MITIGATION OF THE IMPACT OF TORNADOES IN THE CANADIAN PRAIRIES

BY:

SAMANTHI W. DURAGE (PhD)

PROFESSOR S.C. WIRASINGHE (PhD, PEng)

PROFESSOR JANAKA RUWANPURA (PhD, PEng)

DEPARTMENT OF CIVIL ENGINEERING

SCHULICH SCHOOL OF ENGINEERING

UNIVERSITY OF CALGARY

CANADA

12th Annual Canadian Risk and Hazards Network SymposiumCoast Plaza Hotel, Calgary, Alberta

Disaster Mitigation in Canada

In Canada, approximately 80% of disasters are due to extreme weather

events such as tornadoes, hurricanes, hail storms etc (Hwacha, 2005).

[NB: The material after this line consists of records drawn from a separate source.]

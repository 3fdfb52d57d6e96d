"""A tiny HTML builder that escapes by construction.

Text is escaped unless it is ``Markup`` (produced only by this module's functions), and every
attribute value is escaped with quotes: a gloss or an example with ``<``, ``&`` or quotes can
never break a page. No template engine: the pages are small pure functions over the model.
"""

from __future__ import annotations

import html
from collections.abc import Iterable, Mapping

__all__ = ["Markup", "document", "el", "join", "text"]

#: Elements without a closing tag.
_VOID = frozenset({"br", "hr", "img", "input", "link", "meta", "col"})


class Markup(str):
    """A string already safe to put in HTML."""

    __slots__ = ()


def text(value: object) -> Markup:
    """Escaped text (``Markup`` passes unchanged)."""
    if isinstance(value, Markup):
        return value
    return Markup(html.escape(str(value), quote=True))


def _children(children: Iterable[object]) -> Iterable[str]:
    for child in children:
        if child is None or child is False:
            continue
        if isinstance(child, str | int | float):
            yield text(child)
        else:
            yield from _children(child)  # type: ignore[arg-type]


def join(*children: object) -> Markup:
    """Children (strings escaped, nested iterables flattened) as one piece of markup."""
    return Markup("".join(_children(children)))


def el(tag: str, attrs: Mapping[str, str | int | bool | None] | None = None,
       *children: object) -> Markup:
    """``<tag attrs>children</tag>``; attributes set to None or False are left out, True is
    written bare; attributes keep the given order (stable bytes)."""
    parts = [tag]
    for name, value in (attrs or {}).items():
        if value is None or value is False:
            continue
        if value is True:
            parts.append(name)
        else:
            parts.append(f'{name}="{html.escape(str(value), quote=True)}"')
    opening = f"<{' '.join(parts)}>"
    if tag in _VOID:
        return Markup(opening)
    return Markup(f"{opening}{join(*children)}</{tag}>")


def document(*, language: str, title: str, head: object, body: object) -> str:
    """A whole HTML5 page."""
    return (
        "<!DOCTYPE html>\n"
        + el(
            "html",
            {"lang": language},
            el("head", None, el("meta", {"charset": "utf-8"}),
               el("meta", {"name": "viewport", "content": "width=device-width, initial-scale=1"}),
               el("title", None, title), head),
            "\n",
            body,
        )
        + "\n"
    )
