def entry_page(
    entry: Entry,
    page: Page,
    *,
    changed: bool = False,
    editions: Sequence[EditionLink] = (),
    diagnostics: Markup | None = None,
) -> str:
    labels = page.labels
    up = "../"
    others = [e for e in editions if entry.id in e.entries]
    body = join(
        el("h1", None, entry.lemma, el("span", {"class": "pos"}, entry.pos)),
        el("p", {"class": "notice"}, labels["changed"], " — ",
           el("a", {"href": f"{up}changes.html#e-{entry.id}"}, labels["see_changes"]))
        if changed else None,
        el("nav", {"aria-label": labels["other_editions"]},
           el("p", {"class": "meta"}, labels["other_editions"], labels["colon"],
              join(*(join(" · " if n else "", el(
                  "a", {"href": f"{up}{e.href}{entry_file(entry.id)}"},
                  f"{labels['edition']} {e.number}")) for n, e in enumerate(others)))))
        if others else None,
        el("p", {"class": "note"}, entry.note) if entry.note else None,
        _legend(labels),
        el("div", {"class": "senses"}, [_sense(sense, labels) for sense in entry.senses]),
        diagnostics,
    )
    return _shell(page, heading=entry.lemma, body=body, up=up)


# ---------------------------------------------------------------------------------- changes


def changes_page(changes: LexiconDiff | None, lexicon: Lexicon, page: Page) -> str:
    labels = page.labels
    known = {entry.id for entry in lexicon.entries}
    if changes is None:
        body = join(el("h1", None, labels["changes"]),
                    el("p", None, labels["first_edition"]))
        return _shell(page, heading=labels["changes"], body=body)
    summary = el("table", None, el("caption", {"class": "meta"}, labels["summary"]),
                 el("tbody", None, [
                     el("tr", None, el("th", {"scope": "row"}, labels["kind." + kind]),
                        el("td", {"class": "n"}, count))
                     for kind, count in changes.summary.items() if count]))
    by_entry: dict[str, list[str]] = {}
    for change, line in zip(changes.changes, change_lines(changes), strict=True):
        # change_lines starts each line with the kind's English title: put the site's own
        description = line.split(": ", 1)[1] if ": " in line else line
        by_entry.setdefault(change.entry, []).append(
            f"{labels['kind.' + change.kind]}{labels['colon']}{description}")
    sections = [
        el("section", {"id": f"e-{entry_id}", "aria-labelledby": f"c-{entry_id}"},
           el("h2", {"id": f"c-{entry_id}"},
              el("a", {"href": entry_file(entry_id)}, entry_id) if entry_id in known
              else entry_id),
           el("ul", None, [el("li", None, line) for line in lines]))
        for entry_id, lines in sorted(by_entry.items())
    ]
    body = join(
        el("h1", None, labels["changes"]),
        el("p", {"class": "meta"}, f"{changes.old_label} → {changes.new_label}"),
        summary if changes.changes else el("p", None, labels["no_changes"]),
        sections,
    )
    return _shell(page, heading=labels["changes"], body=body)


# ------------------------------------------------------------------------------ diagnostics


def diagnostics_page(
    induction: InductionView | None,
    calibration: Mapping[str, object] | None,
    calibration_plot: str | None,
    entry_ids: Mapping[str, str],
    page: Page,
) -> str:
    labels = page.labels
    parts: list[object] = [el("h1", None, labels["diagnostics"])]
    if induction is not None:
        manifest = induction.manifest
        facts = [
            (labels["induction_run"], str(manifest.get("run", induction.name))),
            (labels["representation"], str(manifest.get("representation", ""))),
            (labels["model"], str(manifest.get("model") or "")),
            (labels["threshold"], str(manifest.get("threshold", ""))),
        ]
        parts.append(el("dl", {"class": "legend"}, [
            el("div", None, el("dt", None, name), el("dd", None, value)) for name, value in facts]))
        rows = [(induced.lemma, sum(s.assigned or s.cluster_size for s in induced.senses),
                 len(induced.senses)) for induced in induction.entries.values()]
        parts.append(el("table", None,
            el("caption", {"class": "meta"}, labels["cluster_sizes"]),
            el("thead", None, el("tr", None, el("th", {"scope": "col"}, labels["lemma"]),
                                 el("th", {"scope": "col", "class": "n"}, labels["occurrences"]),
                                 el("th", {"scope": "col", "class": "n"}, labels["senses"]))),
            el("tbody", None, [el("tr", None, el("td", None, el(
                "a", {"href": entry_file(entry_ids[lemma])}, lemma) if lemma in entry_ids
                else lemma), el("td", {"class": "n"}, occurrences), el("td", {"class": "n"}, n))
                for lemma, occurrences, n in rows])))
    if calibration is not None and calibration_plot is not None:
        recommended = calibration.get("recommended")
        chosen = recommended.get("threshold") if isinstance(recommended, dict) else None
        parts += [
            el("h2", None, labels["calibration"]),
            el("figure", None,
               el("img", {"src": calibration_plot,
                          "alt": labels["calibration_alt"].format(threshold=chosen)}),
               el("figcaption", None, f"{labels['chosen']}{labels['colon']}{chosen}")),
        ]
    return _shell(page, heading=labels["diagnostics"], body=join(*parts))
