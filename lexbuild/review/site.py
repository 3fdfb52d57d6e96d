"""The review site: every file of it from the typed model, then written in one atomic step.

``build_site(SiteInputs(...))`` returns ``{relative path: bytes}`` and touches no disk: the
same inputs give the same bytes (no clock, no absolute path, sorted everything, deterministic
SVG). ``write_site`` puts those files in a folder atomically. ``edition_site`` is what
``lexbuild release`` calls; ``preview_inputs`` is what ``lexbuild preview`` reads.

Layout: ``index.html``, ``entries/<entry-id>.html``, ``changes.html`` (when the site belongs to
an edition), ``diagnostics.html`` and ``plots/*.svg`` (with an induction or calibration folder),
``style.css`` and ``site.js``. Every link is relative and every asset local: the site opens
from the file system and asks nothing of the network.
"""

from __future__ import annotations

import hashlib
import os
import shutil
from collections.abc import Mapping
from dataclasses import dataclass
from pathlib import Path
from typing import Any

from lexbuild.editions.diff import LexiconDiff
from lexbuild.errors import LexbuildError, SourceLocation
from lexbuild.lexicon.model import Lexicon
from lexbuild.review.assets import SCRIPT, SCRIPT_FILE, STYLE, STYLE_FILE
from lexbuild.review.diagnostics import (
    OCCURRENCE_VECTORS_FILE,
    InductionView,
    read_calibration_view,
    read_induction_view,
)
from lexbuild.review.labels import labels_for
from lexbuild.review.pages import (
    EditionLink,
    Page,
    changes_page,
    diagnostics_page,
    entry_file,
    entry_page,
    index_page,
    induced_section,
)

__all__ = [
    "SITE_DIR",
    "EditionLink",
    "SiteInputs",
    "build_site",
    "edition_links",
    "edition_site",
    "preview_inputs",
    "site_manifest",
    "write_files",
    "write_site",
]

#: The site's folder inside an edition folder.
SITE_DIR = "site"


@dataclass(frozen=True)
class SiteInputs:
    lexicon: Lexicon
    #: The change log of this edition; ``None`` with ``edition_page`` for a first edition.
    changes: LexiconDiff | None = None
    edition_page: bool = False
    editions: tuple[EditionLink, ...] = ()
    induction: InductionView | None = None
    calibration: Mapping[str, Any] | None = None
    random_state: int = 0


def build_site(inputs: SiteInputs) -> dict[str, bytes]:
    """Every file of the site, by relative path (POSIX), in sorted order."""
    from lexbuild.review.plots import calibration_svg, projection_svg

    lexicon = inputs.lexicon
    language, labels = labels_for(lexicon.meta.language)
    page = Page(
        labels=labels,
        language=language,
        title=lexicon.meta.title,
        has_changes=inputs.edition_page or inputs.changes is not None,
        has_diagnostics=inputs.induction is not None or inputs.calibration is not None,
    )
    changed = frozenset(c.entry for c in inputs.changes.changes) if inputs.changes else frozenset()
    files: dict[str, bytes] = {
        STYLE_FILE: STYLE.encode("utf-8"),
        SCRIPT_FILE: SCRIPT.encode("utf-8"),
        "index.html": index_page(lexicon, page, changed).encode("utf-8"),
    }
    induction = inputs.induction
    for entry in lexicon.entries:
        section = None
        if induction is not None:
            induced = induction.entries.get(entry.lemma)
            plot = None
            if induced is not None and induction.vectors is not None:
                vectors = {s.id: induction.vectors[s.id] for s in induced.senses
                           if s.id in induction.vectors}
                if vectors:
                    plot = f"plots/{entry.id}.svg"
                    files[plot] = projection_svg(entry.lemma, vectors,
                                                 random_state=inputs.random_state)
            missing = labels["projection_missing"].format(file=OCCURRENCE_VECTORS_FILE)
            section = induced_section(induced, plot, missing, labels, up="../")
        files[entry_file(entry.id)] = entry_page(
            entry, page, changed=entry.id in changed, editions=inputs.editions,
            diagnostics=section,
        ).encode("utf-8")
    if page.has_changes:
        files["changes.html"] = changes_page(inputs.changes, lexicon, page).encode("utf-8")
    if page.has_diagnostics:
        calibration_plot = None
        if inputs.calibration is not None:
            calibration_plot = "plots/calibration.svg"
            files[calibration_plot] = calibration_svg(
                inputs.calibration["thresholds"],
                float(inputs.calibration["recommended"]["threshold"]),
                labels,
            )
        entry_ids = {entry.lemma: entry.id for entry in lexicon.entries}
        files["diagnostics.html"] = diagnostics_page(
            induction, inputs.calibration, calibration_plot, entry_ids, page
        ).encode("utf-8")
    return dict(sorted(files.items()))


def site_manifest(files: Mapping[str, bytes], folder: str = SITE_DIR) -> dict[str, Any]:
    """What an edition's manifest says of its site: where, and every file's sha256 and size."""
    return {
        "folder": folder,
        "index": f"{folder}/index.html",
        "files": {name: {"sha256": hashlib.sha256(data).hexdigest(), "bytes": len(data)}
                  for name, data in sorted(files.items())},
    }


def write_files(files: Mapping[str, bytes], folder: Path) -> None:
    """Write the files under ``folder`` (which the caller stages)."""
    for name, data in files.items():
        path = folder / name
        path.parent.mkdir(parents=True, exist_ok=True)
        path.write_bytes(data)


def write_site(files: Mapping[str, bytes], output: str | Path) -> Path:
    """Write the site to ``output`` atomically: a reader sees the old site or the new one.

    An existing folder is replaced only when it is empty or holds an earlier site (its
    ``index.html`` and ``style.css``): another folder is never wiped by mistake.
    """
    from lexbuild._atomic import staging_dir

    target = Path(output)
    if target.exists():
        is_site = (target / "index.html").is_file() and (target / STYLE_FILE).is_file()
        if not target.is_dir() or (any(target.iterdir()) and not is_site):
            raise LexbuildError(
                "exists and is not an earlier review site; choose another --output",
                SourceLocation.of(target),
            )
    with staging_dir(target) as stage:
        stage.chmod(0o755)  # mkdtemp makes it private; a site is for reading
        write_files(files, stage)
        old: Path | None = None
        if target.exists():
            old = target.with_name(f".{target.name}.old-{os.getpid()}")
            os.rename(target, old)
        os.rename(stage, target)
        if old is not None:
            shutil.rmtree(old, ignore_errors=True)
    return target


def edition_links(editions: Mapping[int, Path], *, exclude: int | None,
                  site_root: Path) -> tuple[EditionLink, ...]:
    """Links to the sites of other editions (those that have one), relative to ``site_root``."""
    links = []
    for number, folder in sorted(editions.items()):
        site = folder / SITE_DIR
        if number == exclude or not (site / "index.html").is_file():
            continue
        href = Path(os.path.relpath(site.absolute(), site_root)).as_posix() + "/"
        links.append(EditionLink(number, href, _entry_pages(site)))
    return tuple(links)


def _entry_pages(site: Path) -> frozenset[str]:
    """Ids of the entries an existing site has a page for (a link never leads nowhere)."""
    return frozenset(path.stem for path in (site / "entries").glob("*.html"))


def edition_site(lexicon: Lexicon, *, changes: LexiconDiff | None,
                 editions: Mapping[int, Path], edition: int) -> dict[str, bytes]:
    """The site of a new edition (``release`` writes it into ``edition-N/site``): its change
    log, and links to the sites of the editions before it. Every edition's site lies at the
    same depth in the editions folder, so the links hold wherever that folder moves."""
    return build_site(SiteInputs(lexicon, changes=changes, edition_page=True,
                                 editions=_sibling_links(editions, edition)))


def _sibling_links(editions: Mapping[int, Path], edition: int) -> tuple[EditionLink, ...]:
    links = []
    for number, folder in sorted(editions.items()):
        site = folder / SITE_DIR
        if number == edition or not (site / "index.html").is_file():
            continue
        links.append(EditionLink(number, f"../../{folder.name}/{SITE_DIR}/", _entry_pages(site)))
    return tuple(links)


def preview_inputs(
    source: str | Path,
    *,
    output: str | Path,
    induction: str | Path | None = None,
    calibration: str | Path | None = None,
) -> SiteInputs:
    """Read what ``lexbuild preview`` shows: a sources folder or an edition folder (then its
    change log against the previous edition beside it, and links to the other editions'
    sites), plus the optional induction and calibration folders."""
    from lexbuild.editions.diff import diff_paths, load_for_diff
    from lexbuild.editions.release import MANIFEST_FILE, list_editions

    where = Path(source)
    lexicon, from_tei = load_for_diff(where)
    changes: LexiconDiff | None = None
    links: tuple[EditionLink, ...] = ()
    is_edition = from_tei and where.is_dir() and (where / MANIFEST_FILE).is_file()
    if is_edition:
        editions = list_editions(where.parent)
        number = lexicon.meta.edition
        earlier = [n for n in editions if n < number]
        if earlier:
            changes = diff_paths(editions[max(earlier)], where,
                                 old_label=f"edition {max(earlier)}",
                                 new_label=f"edition {number}")
        links = edition_links(editions, exclude=number, site_root=Path(output).absolute())
    return SiteInputs(
        lexicon,
        changes=changes,
        edition_page=is_edition,
        editions=links,
        induction=read_induction_view(induction) if induction is not None else None,
        calibration=read_calibration_view(calibration) if calibration is not None else None,
    )
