# Subtypes that say the same thing in different treebanks and parsers -> the one the rules read.
_RELATION_ALIASES = {
    "expl": "expl:subj",  # English "it", "there"; French treebanks write expl:subj
    "expl:impers": "expl:subj",
    "nsubj:outer": "nsubj",
    "csubj:outer": "csubj",
    "nsubj:expl": "expl:subj",
    "obj:lvc": "obj",
    "obl:tmod": "obl:mod",
    "obl:npmod": "obl:mod",
    "obl:unmarked": "obl:mod",
    "obl:lmod": "obl:mod",
    "xcomp:pred": "xcomp",
    "xcomp:obj": "xcomp",
    "xcomp:subj": "xcomp",
    "ccomp:obj": "ccomp",
}
# Relations a reflexive clitic comes with, whatever the convention (UD French: expl:pv for
# inherent, obj/iobj for true reflexives, expl:pass for the se-passive; spaCy: expl:comp).
_REFLEXIVE_BEARERS = {"expl:pv", "expl:comp", "expl:obj", "expl:iobj", "expl:pass", "obj", "iobj"}


def normalise_relation(deprel: str) -> str:
    """The relation as the slot rules read it (subtypes of other conventions mapped)."""
    return _RELATION_ALIASES.get(deprel, deprel)


@lru_cache(maxsize=4096)
def _slot(function: Function, realisation: Realisation, marker: str = "") -> Slot:
    # Slots are pydantic models: cached, since a corpus repeats the same few hundred.
    return Slot(function=function, realisation=realisation, marker=marker)


_SUBJ_NP = _slot(Function.SUBJECT, Realisation.NP)
_SUBJ_EXPL = _slot(Function.SUBJECT, Realisation.EXPLETIVE)
_OBJ_NP = _slot(Function.OBJECT, Realisation.NP)


def _clean_marker(text: str) -> str:
    """A marker the frame syntax accepts: lower case, single spaces, no brackets."""
    return " ".join(text.lower().replace("[", " ").replace("]", " ").split())


def _feature(token: Token, name: str) -> str:
    """The value of one FEATS feature ('' when absent)."""
    for item in token.feats.split("|"):
        key, _, value = item.partition("=")
        if key == name:
            return value
    return ""


class _Tree:
    """One sentence's tree with what every verb's extraction reads, computed once."""

    def __init__(self, sentence: Sentence) -> None:
        self.sentence = sentence
        self.tokens = sentence.tokens
        n = len(self.tokens)
        self.relations = [normalise_relation(t.deprel) for t in self.tokens]
        self.bases = [r.split(":", 1)[0] for r in self.relations]
        kids: list[list[int]] = [[] for _ in range(n + 1)]  # index n holds the root's
        for index, token in enumerate(self.tokens):
            kids[token.head - 1 if 0 < token.head <= n else n].append(index)
        self.kids = kids
        self.spans = word_spans(sentence)
        self._subtree: list[tuple[int, int]] | None = None
        self._first: dict[int, int] = {}
        self._implicit: dict[int, Slot] = {}

    def governor(self, index: int) -> int:
        """0-based index of the word's head, -1 for the root."""
        head = self.tokens[index].head
        return head - 1 if 0 < head <= len(self.tokens) else -1

    def has_child(self, index: int, relations: set[str]) -> bool:
        return any(self.relations[k] in relations for k in self.kids[index])

    def subtree_span(self, index: int) -> tuple[int, int]:
        """Characters [start, end) covered by the word's subtree; (-1, -1) unknown."""
        if self.spans is None:
            return (-1, -1)
        if self._subtree is None:
            self._subtree = _subtree_spans(self.kids, self.spans)
        return self._subtree[index]

    def first_conjunct(self, index: int) -> int:
        """The first conjunct of a chain of ``conj`` (UD attaches all to the first; some trees
        chain them), found once per chain."""
        path: list[int] = []
        node = index
        while self.bases[node] == "conj" and node not in self._first:
            path.append(node)
            up = self.governor(node)
            if up < 0 or up in path:  # the root, or a cycle the reader let through
                break
            node = up
        first = self._first.get(node, node)
        for visited in path:
            self._first[visited] = first
        return first

    def implicit_subject(self, verb: int) -> Slot:
        """subj:EXPL for a verb raised under an impersonal one ("il semble s'agir"), else
        subj:NP: the first governor up a chain of xcomp/conj that has a subject decides."""
        path: list[int] = []
        node = verb
        result = _SUBJ_NP
        while node not in self._implicit:
            if self.bases[node] not in ("xcomp", "conj"):
                break
            governor = self.governor(node)
            if governor < 0 or governor in path:
                break
            path.append(node)
            if self.has_child(governor, _EXPLETIVE_SUBJECT):
                result = _SUBJ_EXPL
                break
            if self.has_child(governor, _SUBJECTS):
                break
            node = governor
        else:
            result = self._implicit[node]
        for visited in path:
            self._implicit[visited] = result
        return result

Canada is gradually shifting from the ways governments have historically

approached disasters, through response and recovery methods, to

mitigation strategies (Emergency Management Act c.15, 2007).

Canada’s National Disaster Mitigation Strategy (PSC, 2010) highlights the

need to “apply and promote scientific and engineering best practices in

order to build a knowledge base for sustainable, cost-effective mitigation

decisions that contribute to community resiliency”.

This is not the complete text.